** MATERIAL FOR THIS EXERCISE follows **

from ..errors import BeamshotError
from ..photo import Photo
from .response import Response

__all__ = ["MIN_FRAMES", "MOVE_LIMIT_PX", "ALIGN_EIGEN_RATIO", "ALIGN_SIGMA_PX", "Alignment", "ResponseFit",
           "relative_exposures", "check_alignment", "recover_response", "consistency_rms"]

MIN_FRAMES = 3
#: A frame shifted by more than this many pixels (at 1024 px across) against its neighbour is refused.
MOVE_LIMIT_PX = 1.5
_CODE_LO, _CODE_HI = 13, 242  # 5 % and 95 % of 255
_SAMPLES = 600
_BLOCK = 8
_ALIGN_SIDE = 1024
_ALIGN_SEARCH = 40  # pixels searched in each direction at 1024 px across
#: Codes (fraction of full scale) between which a pixel counts as well exposed for alignment:
#: above the noise and JPEG floor, below the shoulder where clipping starts (common practice).
_ALIGN_LO, _ALIGN_HI = 0.04, 0.94
#: Fewer pixels well exposed in both frames than this fraction of the picture: not checked.
_ALIGN_MIN_OVERLAP = 0.002
_COMPARAMETRIC_BINS = 96
_LK_STEPS = 6  # Gauss-Newton steps per scale
_ALIGN_ROUNDS = 4  # comparametric map re-estimated at the latest shift, at most this often
#: A direction whose (cross) structure-tensor eigenvalue is below this fraction of the largest
#: is unconstrained (from memory: the usual corner/edge ratio tests use 0.01-0.1).
ALIGN_EIGEN_RATIO = 0.01
#: ... and so is one along which the least-squares shift error exceeds this (px at 1024 across;
#: a fifth of ``MOVE_LIMIT_PX``, so a constrained direction resolves the limit).
ALIGN_SIGMA_PX = 0.3


@dataclass(frozen=True)
class ResponseFit:
    """A recovered response with its quality figures."""

    response: Response
    method: str
    consistency_rms: float
    monotonic_fixes: int
    exposures: tuple[float, ...]
    warnings: tuple[str, ...]
    #: What the motion check could not check (directions without detail), see :class:`Alignment`.
    alignment_notes: tuple[str, ...] = ()

    def quality(self) -> dict:
        return {"method": self.method, "consistency_rms": self.consistency_rms,
                "monotonic_fixes": self.monotonic_fixes, "frames": len(self.exposures),
                "relative_exposures": list(self.exposures), "warnings": list(self.warnings),
                "alignment_notes": list(self.alignment_notes)}


def relative_exposures(photos: list[Photo], times: list[float] | None = None) -> np.ndarray:
    """``t S / N^2`` per frame from EXIF (or explicit ``times`` in seconds); refuses missing facts."""
    if times is not None:
        if len(times) != len(photos):
            raise BeamshotError(f"{len(times)} exposure times for {len(photos)} photos; give one per photo")
        return np.asarray(times, float)
    out = []
    for p in photos:
        e = p.exif.exposure_product()
        if e is None:
            raise BeamshotError(f"{p.name}: the EXIF lacks exposure time, f-number or ISO; "
                                "give the exposure times with --times")
        out.append(e)
    return np.asarray(out, float)


def _check_sizes(photos: list[Photo]) -> None:
    shape = photos[0].shape
    for p in photos[1:]:
        if p.shape != shape:
            raise BeamshotError(f"{p.name}: {p.shape[1]}x{p.shape[0]} differs from {photos[0].name} "
                                f"({shape[1]}x{shape[0]}); a bracket must come from one camera and position")


@dataclass(frozen=True)
class Alignment:
    """What :func:`check_alignment` measured for each pair of neighbouring exposures.

    ``pairs`` holds one dict per pair: ``frame`` and ``against`` (names), ``shift_px``
    ``(dx, dy)`` in full-resolution pixels measured along the constrained directions only (None
    when the pair shares too little), ``constrained`` (``"x and y"``, ``"x only"``, ``"none"``
    ...) and ``sigma_px`` (1-sigma along each constrained direction).  ``notes`` explains every
    direction the scene cannot constrain; they are information, not refusals.
    """

    pairs: tuple[dict, ...]
    notes: tuple[str, ...]

    @property
    def shifts_px(self) -> list[float | None]:
        """Length of the measured shift per pair (full-resolution pixels), None if not measurable."""
        return [None if p["shift_px"] is None else float(np.hypot(*p["shift_px"])) for p in self.pairs]


def _gray_small(photo: Photo, scale: float) -> np.ndarray:
    small = cv2.resize(photo.bgr, None, fx=scale, fy=scale, interpolation=cv2.INTER_AREA)
    return cv2.cvtColor(small, cv2.COLOR_BGR2GRAY).astype(np.float32) / np.float32(photo.max_code)


def _comparametric(a: np.ndarray, b: np.ndarray, ok_a: np.ndarray, ok: np.ndarray,
                   steep: np.ndarray) -> np.ndarray | None:
    """Frame ``a`` brought to the levels of frame ``b`` by their comparametric function.

    For a still scene the code of one exposure is a monotonic function of the code of another
    (Mann & Picard 1995; Mann, IEEE TIP 9(8) 2000, "comparametric equations"), whatever the
    camera's response.  It is estimated as the median of ``b`` in narrow bins of ``a`` over
    pixels well exposed in both (``ok``), leaving out the steepest 30 % of each bin (``steep``:
    gradient size), where a moved frame differs.  Being a function, ``b`` is well exposed
    either for most pixels of a bin or for hardly any; a bin where fewer than half of the pixels
    well exposed in ``a`` (``ok_a``) are also well exposed in ``b`` holds only pixels where the
    frames disagree, and is left out.
    """
    edges = np.linspace(_ALIGN_LO, _ALIGN_HI, _COMPARAMETRIC_BINS + 1)
    n_a = np.histogram(a[ok_a], bins=edges)[0]
    av, bv, sv = a[ok], b[ok], steep[ok]
    idx = np.clip(np.searchsorted(edges, av) - 1, 0, _COMPARAMETRIC_BINS - 1)
    order = np.argsort(idx, kind="stable")
    idx_s, a_s, b_s, s_s = idx[order], av[order], bv[order], sv[order]
    bounds = np.searchsorted(idx_s, np.arange(_COMPARAMETRIC_BINS + 1))
    xs, ys, ns = [], [], []
    for k in range(_COMPARAMETRIC_BINS):
        lo, hi = bounds[k], bounds[k + 1]
        if hi - lo >= 5 and hi - lo >= 0.5 * n_a[k]:
            keep = s_s[lo:hi] <= np.percentile(s_s[lo:hi], 70)
            xs.append(float(np.median(a_s[lo:hi][keep])))
            ys.append(float(np.median(b_s[lo:hi][keep])))
            ns.append(float(keep.sum()))
    if len(xs) < 2:
        return None
    # the comparametric function is monotonic: bin medians made monotonic by isotonic regression
    # weighted by bin counts, so that a sparse bin of edge pixels cannot lift all the bins above it
    return np.interp(a, np.asarray(xs), _isotonic(np.asarray(ys), np.asarray(ns))).astype(np.float32)


def _isotonic(y: np.ndarray, w: np.ndarray) -> np.ndarray:
    """Weighted least-squares non-decreasing fit to ``y`` (pool-adjacent-violators algorithm;
    Barlow, Bartholomew, Bremner & Brunk, "Statistical inference under order restrictions", 1972)."""
    vals, wts, sizes = [], [], []
    for yi, wi in zip(y, w):
        vals.append(float(yi))
        wts.append(float(wi))
        sizes.append(1)
        while len(vals) > 1 and vals[-2] > vals[-1]:
            wsum = wts[-2] + wts[-1]
            vals[-2] = (vals[-2] * wts[-2] + vals[-1] * wts[-1]) / wsum
            wts[-2] = wsum
            sizes[-2] += sizes[-1]
            del vals[-1], wts[-1], sizes[-1]
    return np.repeat(vals, sizes)


def _shift(img: np.ndarray, d: np.ndarray) -> np.ndarray:
    """``img(x + d)`` by bilinear interpolation (edges repeated)."""
    m = np.float32([[1, 0, d[0]], [0, 1, d[1]]])
    return cv2.warpAffine(img, m, (img.shape[1], img.shape[0]), flags=cv2.INTER_LINEAR | cv2.WARP_INVERSE_MAP,
                          borderMode=cv2.BORDER_REPLICATE)


def _structure(a: np.ndarray, b: np.ndarray, w: np.ndarray):
    """Gradient ``g`` of the mean image, frame difference ``r = b - a`` and the weighted structure
    tensor ``M = sum w g g^T`` (Lucas & Kanade 1981; Harris & Stephens 1988)."""
    mean = 0.5 * (a + b)
    gx = cv2.Sobel(mean, cv2.CV_32F, 1, 0, ksize=3, scale=1 / 8)
    gy = cv2.Sobel(mean, cv2.CV_32F, 0, 1, ksize=3, scale=1 / 8)
    r = b - a
    m = np.array([[np.sum(w * gx * gx), np.sum(w * gx * gy)],
                  [np.sum(w * gx * gy), np.sum(w * gy * gy)]], np.float64)
    rhs = np.array([np.sum(w * gx * r), np.sum(w * gy * r)], np.float64)
    return m, rhs, float(np.sum(w * r * r)), float(np.sum(w))


def _cross_structure(a: np.ndarray, b: np.ndarray, wa: np.ndarray, wb: np.ndarray, d: np.ndarray):
    """Eigenvalues (largest first) and eigenvectors of the two frames' cross structure tensor at shift ``d``.

    ``C = sym(sum w grad(a) grad(b)^T)``: the noise of the two frames is independent, so its
    expectation is the structure tensor of the noise-free scene (the noise of one frame, which
    inflates the ordinary tensor along directions without detail, averages out).
    """
    bd, w = _shift(b, d), wa * _shift(wb, d)
    ax, ay = (cv2.Sobel(a, cv2.CV_32F, 1, 0, ksize=3, scale=1 / 8), cv2.Sobel(a, cv2.CV_32F, 0, 1, ksize=3, scale=1 / 8))
    bx, by = (cv2.Sobel(bd, cv2.CV_32F, 1, 0, ksize=3, scale=1 / 8), cv2.Sobel(bd, cv2.CV_32F, 0, 1, ksize=3, scale=1 / 8))
    cxy = 0.5 * (np.sum(w * ax * by) + np.sum(w * ay * bx))
    c = np.array([[np.sum(w * ax * bx), cxy], [cxy, np.sum(w * ay * by)]], np.float64)
    lam, vec = np.linalg.eigh(c)
    return lam[::-1], vec[:, ::-1]


def _direction_name(e: np.ndarray) -> str:
    ang = float(np.degrees(np.arctan2(e[1], e[0]))) % 180.0
    if min(ang, 180.0 - ang) <= 10.0:
        return "x"
    if abs(ang - 90.0) <= 10.0:
        return "y"
    return f"{ang:.0f} deg from x"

** End of MATERIAL FOR THIS EXERCISE **

▸ TASK OBJECTIVE
For this task, write out exactly the lines of the entries above, starting at the line with "MOVE_LIMIT_PX = 1.5" and ending at the line with "#: A direction", both included, and no others.

▸ RESPONSE
MOVE_LIMIT_PX = 1.5
_CODE_LO, _CODE_HI = 13, 242  # 5 % and 95 % of 255
_SAMPLES = 600
_BLOCK = 8
_ALIGN_SIDE = 1024
_ALIGN_SEARCH = 40  # pixels searched in each direction at 1024 px across
#: Codes (fraction of full scale) between which a pixel counts as well exposed for alignment:
#: above the noise and JPEG floor, below the shoulder where clipping starts (common practice).
_ALIGN_LO, _ALIGN_HI = 0.04, 0.94
#: Fewer pixels well exposed in both frames than this fraction of the picture: not checked.
_ALIGN_MIN_OVERLAP = 0.002
_COMPARAMETRIC_BINS = 96
_LK_STEPS = 6  # Gauss-Newton steps per scale
_ALIGN_ROUNDS = 4  # comparametric map re-estimated at the latest shift, at most this often
#: A direction whose (cross) structure-tensor eigenvalue is below this fraction of the largest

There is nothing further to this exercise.